Item ref: 3260
Private collection, USA
Two-hand swords dating from the middle of the 16th century were by this period still constructed to fulfil their traditional function as terrifying weapons wielded by the German and Swiss Landesknechte. Only after about 1580, with the increasing dominance of firearms on the battlefield, did the inevitable revision of infantry tactics make the massed use of such swords redundant. From this point on, German, Swiss and Italian two-hand swords were manufactured solely for processional use, or else converted for use as symbolic swords of office.

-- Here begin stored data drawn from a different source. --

//! What can be wrong with a system or a request.

use std::fmt;

/// An invalid system, pH or pH range.
#[derive(Clone, Debug, PartialEq)]
#[non_exhaustive]
pub enum SpeciationError {
    /// More sites than [`crate::MAX_SITES`].
    TooManySites {
        /// Sites given.
        count: usize,
        /// The limit.
        max: usize,
    },
    /// A site's pKa is not a finite number or is out of range.
    BadPka {
        /// Site index.
        site: usize,
        /// The value given.
        value: f64,
    },
    /// The interaction matrix has the wrong number of rows.
    InteractionRows {
        /// Rows given.
        rows: usize,
        /// Sites in the system.
        sites: usize,
    },
    /// A row of the interaction matrix has the wrong length.
    InteractionRowLength {
        /// Row index.
        row: usize,
        /// Entries in that row.
        len: usize,
        /// Sites in the system.
        sites: usize,
    },
    /// An interaction is not a finite number or is out of range.
    BadInteraction {
        /// Row.
        i: usize,
        /// Column.
        j: usize,
        /// The value given.
        value: f64,
    },
    /// `w[i][j]` and `w[j][i]` differ.
    Asymmetric {
        /// Row.
        i: usize,
        /// Column.
        j: usize,
        /// `w[i][j]`.
        wij: f64,
        /// `w[j][i]`.
        wji: f64,
    },
    /// A diagonal entry is not zero.
    Diagonal {
        /// The site.
        i: usize,
        /// The value given.
        value: f64,
    },
    /// A pH that is not a finite number or is out of range.
    BadPh {
        /// The value given.
        value: f64,
    },
    /// A pH range that is empty, reversed, has a bad step or too many points.
    BadRange {
        /// Start.
        from: f64,
        /// End.
        to: f64,
        /// Step.
        step: f64,
        /// Why it is refused.
        reason: &'static str,
    },
}

impl fmt::Display for SpeciationError {
    fn fmt(&self, f: &mut fmt::Formatter<'_>) -> fmt::Result {
        let max = crate::MAX_MAGNITUDE;
        match self {
            Self::TooManySites { count, max } => {
                write!(f, "{count} sites given; at most {max} are accepted")
            }
            Self::BadPka { site, value } => write!(
                f,
                "site {site}: pKa {value} is not usable; a pKa must be a finite number between -{max} and {max}"
            ),
            Self::InteractionRows { rows, sites } => write!(
                f,
                "interaction matrix has {rows} rows but the system has {sites} sites (give {sites} rows, or none for no interactions)"
            ),
            Self::InteractionRowLength { row, len, sites } => write!(
                f,
                "interaction row {row} has {len} entries but the system has {sites} sites"
            ),
            Self::BadInteraction { i, j, value } => write!(
                f,
                "interaction[{i}][{j}] = {value} is not usable; an interaction must be a finite number between -{max} and {max} pK units"
            ),
            Self::Asymmetric { i, j, wij, wji } => write!(
                f,
                "interaction[{i}][{j}] = {wij} but interaction[{j}][{i}] = {wji}; the matrix must be symmetric"
            ),
            Self::Diagonal { i, value } => write!(
                f,
                "interaction[{i}][{i}] = {value}; the diagonal must be zero (a site does not interact with itself)"
            ),
            Self::BadPh { value } => write!(
                f,
                "pH {value} is not usable; a pH must be a finite number between -{max} and {max}"
            ),
            Self::BadRange { from, to, step, reason } => {
                write!(f, "pH range from {from} to {to} step {step}: {reason}")
            }
        }
    }
}

impl std::error::Error for SpeciationError {}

Undoubtedly in his time the foremost graphic chronicler of the Landesknechte, the artist Daniel Hopfer (1470-1536) produced woodcuts and highly detailed etchings which record both their flamboyant costumes and the massive swords used by the men of the front line, the ‘doppelsöldner’. These massed ranks of foot soldiers, some fighting as mercenaries, formed the bulk of the army of the Holy Roman Empire until about 1560.

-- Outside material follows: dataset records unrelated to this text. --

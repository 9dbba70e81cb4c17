//! Partition of the sites into groups that are enumerated exactly.

/// The partition and what it left out.
#[derive(Clone, Debug, PartialEq)]
pub(crate) struct Partition {
    /// Site indices per group, each ascending; groups ordered by their first site.
    pub(crate) groups: Vec<Vec<usize>>,
    /// Non-zero couplings between different groups (ignored by the model).
    pub(crate) dropped: usize,
    /// Largest `|w|` among them.
    pub(crate) dropped_max: f64,
}

struct UnionFind {
    parent: Vec<usize>,
    size: Vec<usize>,
}

impl UnionFind {
    fn new(n: usize) -> Self {
        Self {
            parent: (0..n).collect(),
            size: vec![1; n],
        }
    }

    fn find(&mut self, mut x: usize) -> usize {
        while self.parent[x] != x {
            self.parent[x] = self.parent[self.parent[x]];
            x = self.parent[x];
        }
        x
    }

    /// Joins the sets of `a` and `b` if the union has at most `cap` members.
    fn union_capped(&mut self, a: usize, b: usize, cap: usize) {
        let (ra, rb) = (self.find(a), self.find(b));
        if ra == rb || self.size[ra] + self.size[rb] > cap {
            return;
        }
        let (big, small) = if self.size[ra] >= self.size[rb] {
            (ra, rb)
        } else {
            (rb, ra)
        };
        self.parent[small] = big;
        self.size[big] += self.size[small];
    }
}

/// Groups sites joined by non-zero couplings, strongest first, never past `cap` sites per
/// group. When no group would exceed `cap` this is the connected-component partition, and
/// nothing is dropped.
///
/// # Reference
///
/// Single-linkage clustering with a size cap, i.e. Kruskal's maximum spanning forest
/// (J. B. Kruskal, Proc. Amer. Math. Soc. 1956, 7, 48; from memory) stopped from joining
/// trees past the cap.
pub(crate) fn partition(w: &[Vec<f64>], n: usize, cap: usize) -> Partition {
    let cap = cap.max(1);
    let mut edges: Vec<(f64, usize, usize)> = Vec::new();
    if !w.is_empty() {
        for (i, row) in w.iter().enumerate().take(n) {
            for (j, v) in row.iter().enumerate().take(n).skip(i + 1) {
                let a = v.abs();
                if a > 0.0 {
                    edges.push((a, i, j));
                }
            }
        }
    }
    // Ties broken by index so the partition does not depend on the sort's stability.
    edges.sort_by(|x, y| y.0.total_cmp(&x.0).then(x.1.cmp(&y.1)).then(x.2.cmp(&y.2)));
    let mut uf = UnionFind::new(n);
    for &(_, i, j) in &edges {
        uf.union_capped(i, j, cap);
    }
    let mut root_group = vec![usize::MAX; n];
    let mut groups: Vec<Vec<usize>> = Vec::new();
    for i in 0..n {
        let r = uf.find(i);
        if root_group[r] == usize::MAX {
            root_group[r] = groups.len();
            groups.push(Vec::new());
        }
        groups[root_group[r]].push(i);
    }
    let mut dropped = 0;
    let mut dropped_max: f64 = 0.0;
    for &(a, i, j) in &edges {
        if uf.find(i) != uf.find(j) {
            dropped += 1;
            dropped_max = dropped_max.max(a);
        }
    }
    Partition {
        groups,
        dropped,
        dropped_max,
    }
}

#[cfg(test)]
mod tests {
    use super::*;

    fn chain(n: usize, near: f64) -> Vec<Vec<f64>> {
        (0..n)
            .map(|i| {
                (0..n)
                    .map(|j| {
                        if i == j {
                            0.0
                        } else {
                            near / (i as f64 - j as f64).abs()
                        }
                    })
                    .collect()
            })
            .collect()
    }

    #[test]
    fn uncoupled_sites_are_separate_and_exact() {
        let p = partition(&[], 5, 16);
        assert_eq!(p.groups.len(), 5);
        assert_eq!(p.dropped, 0);
    }

    #[test]
    fn small_coupled_system_is_one_group() {
        let p = partition(&chain(6, 1.0), 6, 16);
        assert_eq!(p.groups, vec![(0..6).collect::<Vec<_>>()]);
        assert_eq!(p.dropped, 0);
    }

    #[test]
    fn large_group_is_split_within_cap_dropping_weak_couplings() {
        let p = partition(&chain(40, 1.0), 40, 16);
        assert!(p.groups.iter().all(|g| g.len() <= 16));
        assert_eq!(p.groups.iter().map(Vec::len).sum::<usize>(), 40);
        assert!(p.dropped > 0);
        // Nearest neighbours (|w| = 1) are always the first to be joined, so at most the
        // few boundaries between groups cut one.
        assert!(p.dropped_max <= 1.0);
    }
}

A series of examples with hilt and blade types comparable to the present sword is preserved in the Schweizerisches Nationalmuseum, Zurich. The double ring-guard of the hilt was a development established in around 1510, but it is not until about 1560 that these rings become ornamented by centrally placed mouldings, as in the present instance. A further dating feature is the usually rounded or ovoid form of the bars of the hilts: these generally change to broad flat-sided bars by about 1570-80, becoming yet more accentuated by the addition of projecting decorative hook-like scrolls by the turn of the century. Notable features of the present blade and of those related examples in Zurich, are the slight widening towards the base of the ricasso, the arrangements of the fullers cut over this area, and the small but acutely triangular lugs guarding the forward end of this section.